Ideas are easy. Writing is hard. That’s why there are so many films with fantastic premises that don’t stick the landing. A case in point is YellowBrickRoad, from writing and directing duo Jesse Holland and Andy Mitton. This film has a strong premise. In 1940, all the residents of the small town of Friar, New Hampshire, decided to walk off into the forest one day, never to be seen alive, again. They left behind everything.
Now, in the present, a small group of researchers has decided to follow in the townsfolk’s footsteps, hiking up the same disused trail, in hopes of discovering just what it was that led them to their doom. They’re looking for a scientific explanation, perhaps based in group psychosis, but are also open to the idea that something supernatural was the cause. Perhaps something, some thing, resides in the pure, untouched wilderness, and lured these townsfolk away from hearth and home.
The expedition is the brainchild of Teddy and Melissa Barnes (Michael Laurino and Anessa Ramsey), who hope to get a book out of the trip, and their psychologist friend, Walter (Alex Draper). Along for the trip are surveyors and mapmakers Erin and Daryl Luger (real-life siblings Cassidy and Clark Freeman), who relish the opportunity to fill in a blank spot on the map; intern Jill (Tara Giordano); Forest Service employee Cy (Sam Elmore), who is acting as a sort of guide and survival expert; and Liv (Laura Heisler), a local from modern day Friar who negotiates a spot on the team in exchange for helping to find the trailhead. The cast thus gathered, it’s off to the woods.
Plenty of spooky shit happens in the North American wilderness on normal days. In horror flicks, the wilderness might as well be the mouth of hell. The possibilities are endless, and horror movies have a rich history of bad things happening in the woods. Many bad things happen in this movie, as well. But, no root cause can be determined, and the characters kind of just wander into their problems.
As much psychological horror as supernatural, the greatest threat to the expedition are their own deranged musings, rather than anything malevolent viewers can see. In fact, the only outside menace the group faces is a predilection for the forest to play lots of easily licensed music from the 1930s.

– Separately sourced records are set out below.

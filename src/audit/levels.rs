//! Which action level holds for a beam, and what a deviation is against it.

use super::Verdict;
use crate::dose::{DepthCandidate, Technique};
use crate::settings::{ActionLevel, ActionLevels};

/// The levels that hold for one beam.
#[derive(Clone, Debug, PartialEq)]
pub(super) struct Levels {
    pub(super) tolerance_percent: f64,
    pub(super) action_percent: f64,
    pub(super) basis: String,
}

impl Levels {
    /// The verdict on a deviation. NaN is beyond action: it must never pass.
    pub(super) fn verdict(&self, deviation_percent: f64) -> Verdict {
        let size = deviation_percent.abs();
        if size <= self.tolerance_percent {
            Verdict::Within
        } else if size <= self.action_percent {
            Verdict::BeyondTolerance
        } else {
            Verdict::BeyondAction
        }
    }
}

/// The levels of a technique; `None` for a beam that is not delivered for
/// treatment. They widen by the site's amount when the depth stands on the
/// planning system's own word.
pub(super) fn levels_for(
    technique: Technique,
    depth: Option<&DepthCandidate>,
    site: &ActionLevels,
) -> Option<Levels> {
    let group = group_of(technique, site)?;
    let dependent = depth.is_some_and(|depth| !depth.independent);
    let widening_percent = if dependent {
        site.dependent_depth_widening_percent
    } else {
        0.0
    };
    let mut basis = group.basis.clone();
    if widening_percent > 0.0 {
        basis.push_str(&format!(
            "; widened by {widening_percent} % because the depth is the planning system's own"
        ));
    }
    Some(Levels {
        tolerance_percent: group.tolerance_percent + widening_percent,
        action_percent: group.action_percent + widening_percent,
        basis,
    })
}

const fn group_of(technique: Technique, site: &ActionLevels) -> Option<&ActionLevel> {
    match technique {
        Technique::Setup => None,
        Technique::Static => Some(&site.static_open),
        Technique::Wedge => Some(&site.wedged),
        Technique::Blocked | Technique::Mlc => Some(&site.irregular),
        Technique::Segmented | Technique::Dynamic => Some(&site.modulated),
        Technique::Arc => Some(&site.arc),
        Technique::Electron => Some(&site.electron),
    }
}

#[cfg(test)]
mod tests {
    use super::levels_for;
    use crate::audit::Verdict;
    use crate::dose::Technique;
    use crate::settings::ActionLevels;

    #[test]
    fn verify_the_edge_belongs_to_the_better_side_and_nan_to_the_worst() {
        let site = ActionLevels::default();
        let levels = levels_for(Technique::Static, None, &site).unwrap();
        let (tolerance, action) = (levels.tolerance_percent, levels.action_percent);
        assert_eq!(levels.verdict(tolerance), Verdict::Within);
        assert_eq!(levels.verdict(-tolerance), Verdict::Within);
        assert_eq!(levels.verdict(tolerance + 1e-9), Verdict::BeyondTolerance);
        assert_eq!(levels.verdict(-action - 1e-9), Verdict::BeyondAction);
        assert_eq!(levels.verdict(f64::NAN), Verdict::BeyondAction);
        assert_eq!(levels.verdict(f64::INFINITY), Verdict::BeyondAction);
    }
}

These reverb-filled tunes begin to fill the air after the group has spent a day or so in the woods, the source unknown, and is the sole supernatural element of the film. The remainder of the action follows the characters losing their minds, Jack Torrance-like, and the violence that entails. It all leads to an unsatisfying denouement, to swing music accompaniment, that provides no answers, but was never intended to, it seems. There is no lesson to the film other than the characters having made a mistake by walking in the footsteps of all those dead townsfolk. Something, indeed, is up there in the deep, dark woods, but it’s never seen or explained, and there’s never a hint in the film that it will be.
It is possible to make a good film while being ambiguous, but YellowBrickRoad did not manage to do that. Rather, the movie is thin. Thinner than Blair Witch, which at least did a little set dressing. We see the characters lose their sanity over the course of the film, but we have to take their word for it, because, other than the pervasive music, there isn’t a cause. At one point in the film, a character warns another that they have become dangerous. It’s helpful that they pointed out their deteriorating mental condition, but the fact they had to tell another character, and by extension, the viewer, encapsulates this film’s primary weaknesses. Holland and Mitton had to tell us with words what was happening in their movie, because they couldn’t figure out how to show us.
YellowBrickRoad is a movie with little forward motion, ersatz scares, and characters that are unsympathetic. A meteorite vaporizing all of them in the first half hour would have had me more engaged.
Of final note, Robert Eggers, who has since become a wonderful filmmaker, was this movie’s costume designer.